Slovenia’s largest lender NLB announces IPO plans

Slovenia’s largest lender NLB announces IPO plans
NLB was nationalised in 2013.
By bne IntelliNews May 15, 2017

Slovenia’s nationalised Nova Ljubljanska Banka (NLB) has announced plans to proceed with an IPO of at least 50% of its existing ordinary shares on the Ljubljana Stock Exchange (LJSE). NLB also plans to list global depository receipts on the London Stock Exchange (LSE).

NLB was wholly nationalised as part of the Slovenian government’s bailout of several major banks in 2013, and its privatisation is required under Ljubljana’s commitments to the European Commission. 

The offering is expected to be completed by mid-June, according to the NLB’s press release posted on the website of the LJSE on May 15. 

Slovenia’s government, acting through holding company Slovenian Sovereign Holding (SSH), has also confirmed the plans for the IPO. 

Deutsche Bank’s London branch is acting as sole global coordinator, and together with J.P. Morgan Securities and UBS  as joint bookrunners. Wood & Company is acting as co-lead manager and Nova Ljubljanska banka d.d., Ljubljana as domestic co-lead manager, the lender said.

Slovenia had committed to sell 75% of the bank by the end of 2017 in a restructuring plan that served as a basis for the European Commission's approval of state aid to the bank in the 2013 bailout. Initially the government planned to reduce its 100% stake to 25% plus one share via an IPO in 2017. However, the European Commission endorsed, on May 11, a request from the Slovenian government for a more gradual sale of the bank: a 50% stake by the end of 2017 and a further 25% by end-2018.

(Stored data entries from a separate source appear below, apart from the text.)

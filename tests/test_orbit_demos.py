"""sample_configs/gyroscope.toml and laser_ranging.toml end to end (invented scenarios: the pipeline's
contract -- balance, every documented bad row quarantined with its reason -- and sizes checked against
closed forms), and the bundled demo files against pipelines/demo_orbits.py."""
from __future__ import annotations

import numpy as np
import pyarrow.compute as pc
import pyarrow.parquet as pq

from pipelines import demo_orbits
from pipelines.cli import main
from pipelines.errors import EXIT_OK
from stages.physics import constants as K
from stages.physics import precession as pr
from stages.physics.orbit_catalogue import load_orbit_catalogue
from tests.conftest import REPO

GM = K.GM_EARTH_TT_M3_PER_S2       # TN36 Table 1.1
C2 = K.C_M_PER_S**2


def _manifest(base):
    import json

    return json.loads(sorted((base / "products" / "manifests").glob("*.json"))[-1].read_text())


def test_bundled_demo_files_match_the_generator():
    from tests.test_light_time_stage import _same_states

    _same_states(pq.read_table(REPO / "sample_configs" / "plover-states.parquet"), demo_orbits.plover_states())
    cat = load_orbit_catalogue(REPO / "sample_configs" / "orbits.toml")
    for name, el in ((demo_orbits.GYRO, demo_orbits.GYRO_ELEMENTS), (demo_orbits.LASER, demo_orbits.LASER_ELEMENTS)):
        j = int(cat.index([name])[0])
        expect = [el["a_m"], el["e"], *np.radians([el["i_deg"], el["raan_deg"], el["argp_deg"], el["m0_deg"]])]
        np.testing.assert_allclose(cat.elements[j], expect, rtol=1e-15, atol=1e-15)
        assert (cat.start_tt_mjd[j], cat.start_tt_sod_s[j]) == (demo_orbits.START_MJD, 0.0)
    j = int(cat.index([demo_orbits.GYRO])[0])
    ra, dec = np.radians(demo_orbits.GYRO_GUIDE_RA_DEG), np.radians(demo_orbits.GYRO_GUIDE_DEC_DEG)
    np.testing.assert_allclose(cat.spin_reference[j], [np.cos(dec) * np.cos(ra), np.cos(dec) * np.sin(ra), np.sin(dec)], atol=1e-15)


def test_gyroscope_sample_config_runs(tmp_path):
    assert main(["run", str(REPO / "sample_configs" / "gyroscope.toml"), "--base-dir", str(tmp_path)]) == EXIT_OK
    m = _manifest(tmp_path)
    assert m["totals"]["balanced"]
    q = pq.read_table(tmp_path / "products" / "gyroscope-orientation.quarantine.parquet")
    got = dict(zip(q["source_row"].to_pylist(), zip(q["quarantine_step"].to_pylist(), q["quarantine_reason"].to_pylist())))
    assert got == {7: ("precession", "direction_not_unit"), 11: ("ingest", "direction_missing"),
                   15: ("ingest", "direction_invalid"), 19: ("precession", "body_unknown"), 23: ("ingest", "body_missing"),
                   27: ("precession", "outside_orbit_coverage"), 31: ("precession", "orbit_crosses_surface"),
                   35: ("precession", "spin_reference_missing"), 39: ("ingest", "observable_unknown"),
                   43: ("ingest", "record_id_duplicate"), 1442: ("ingest", "value_not_finite")}
    t = pq.read_table(tmp_path / "products" / "gyroscope-orientation.parquet")
    assert set(t["ledger"].to_pylist()) == {"ingest@1;precession@1"}
    spin = t.filter(pc.equal(t["observable"], "spin_axis"))
    # the observations are the prediction plus 1 mas of noise per axis
    assert np.all(spin["prec_residual_mas"].to_numpy() < 6.0)
    flags = spin["prec_direction_flag"].to_numpy()
    assert set(flags.tolist()) == {0, 1, 2} and (flags == 1).sum() == 1
    # the geodetic drift of the guide direction (in the plane of the circular polar orbit) grows at
    # (3/2) (GM)^(3/2)/(c^2 a^(5/2)) (Schiff 1960, gamma = 1): 6.62 arcsec/yr at 642 km
    a = demo_orbits.GYRO_ELEMENTS["a_m"]
    rate = 1.5 * GM**1.5 / (C2 * a**2.5) * pr.MAS_PER_RAD
    np.testing.assert_allclose(spin["prec_geodetic_ns_mas"].to_numpy(), rate * spin["prec_dt_s"].to_numpy(), rtol=1e-9)
    # the node records' corrected values keep the Newtonian (J2) drift: value - corrected = the relativistic angle
    node = t.filter(pc.equal(t["observable"], "node_angle"))
    diff_mas = (node["value"].to_numpy() - node["value_corrected"].to_numpy()) * 3.6e6
    np.testing.assert_allclose(diff_mas, node["prec_relativistic_angle_mas"].to_numpy(), rtol=1e-6, atol=1e-6)


def test_laser_ranging_sample_config_runs(tmp_path):
    assert main(["run", str(REPO / "sample_configs" / "laser_ranging.toml"), "--base-dir", str(tmp_path)]) == EXIT_OK
    assert _manifest(tmp_path)["totals"]["balanced"]
    q = pq.read_table(tmp_path / "products" / "laser_ranging-tracking.quarantine.parquet")
    got = dict(zip(q["source_row"].to_pylist(), q["quarantine_reason"].to_pylist()))
    assert got == {5: "target_unknown", 9: "target_outside_coverage", 13: "value_not_finite"}
    t = pq.read_table(tmp_path / "products" / "laser_ranging-tracking.parquet")
    assert (t["relacc_status"].to_numpy() == 0).all()
    # Schwarzschild ~ 3 (GM)^2/(c^2 a^3) within 4 e (TN36 eq. 10.12, circular orbit); the others < 1e-10
    a, e = demo_orbits.LASER_ELEMENTS["a_m"], demo_orbits.LASER_ELEMENTS["e"]
    s = t["relacc_schwarzschild_m_per_s2"].to_numpy()
    assert np.all(np.abs(s / (3 * GM**2 / (C2 * a**3)) - 1) < 4 * e)
    assert np.all(t["relacc_lense_thirring_m_per_s2"].to_numpy() < 1e-10)
    assert np.all(t["relacc_de_sitter_m_per_s2"].to_numpy() < 1e-10)
    # the range residuals are the simulated 30 ps of noise
    assert np.abs(t["residual"].to_numpy()).max() < 6 * demo_orbits.RANGE_NOISE_S
    steps = {a["step"]: a for a in _manifest(tmp_path)["partitions"][0]["steps"]}
    # the record of an unknown target passes untouched (1); the one after the state table is flagged (2)
    assert steps["relativistic_acceleration"]["flags"]["relacc_status"] == {"0": t.num_rows, "1": 1, "2": 1}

Commenting on the IPO plans, Lidia Glavina, president of the management board of SSH, described the move as a “milestone in the state asset management strategy of the Republic of Slovenia”. 

“NLB has demonstrated significant progress in its business performance, through return to sustainable profitability and improving asset quality. We believe that the company is ready to enter a new period as a privatised company," Glavina said. 

Standard & Poor’s Global Ratings raised its long-term counterparty credit rating on NLB from BB- to BB on May 12. At the same time, S&P affirmed the short-term counterparty credit rating at B, while the bank’s outlook remained positive.

The rating agency said the action follows its review of the Slovenian banking sector and reflects the view of reduced economic risks and improved operating conditions for banks in the country. 

“In our view, the planned partial privatisation of NLB within 2017-2018 via an initial public offering is likely to bolster the bank's business position in the long term, but we don't anticipate a material impact on the bank's profile in the next two years,” S&P commented. 

However, even though the government is obliged to sell off NLB, the Slovenian public is still resistant. Many Slovenians are against the privatisation of state property and have opposed major privatisations such as that of retailer Mercator in the past. 

NLB is the largest banking and financial group in Slovenia with a 23.9% market share in loans to the non-banking sector and 25.3% in deposits from the non-banking sector as of December 31, 2016. 

As of March 31, NLB in Slovenia had 113 branches, five business centres for small business clients, five regional centres for mid-sized companies and two centres for large and institutional clients. NLB served over 695,000 active clients across its retail and corporate banking operations in Slovenia.

The NLB Group is the largest banking and financial group in selected markets in Southeast Europe with a focus on its core international markets of Macedonia, Bosnia & Herzegovina, Montenegro, Kosovo and Serbia.

NLB Group has recorded more than three consecutive profitable years since the fourth quarter of 2013 (when NLB was nationalised) while achieving a balance sheet deleveraging. Net profit reached €81.6mn in Q1, up €29.4mn compared to Q1 2016, the group announced on May 12.

Total assets decreased by €400mn between December 31, 2013 and March 31, 2017. During the same period, its non-performing loan (NPL) stock fell by more than €1.5bn.

The bank’s strong emphasis on restructuring was demonstrated in 2016, when it reduced NPLs by 31% or €597mn. The company sold a portfolio comprised of Slovenian retail and corporate NPLs, with gross book values of €104mn and €396mn respectively, to international investors, which resulted in a one-off reduction in NPLs of €233.3mn. 65.3% of its NPLs are currently being restructured. 

S&P said on May 12 that it expects further reduction of the NPL stock, reflecting the economic recovery in Slovenia, intensive workout efforts, repayments, and active market for NPL sales.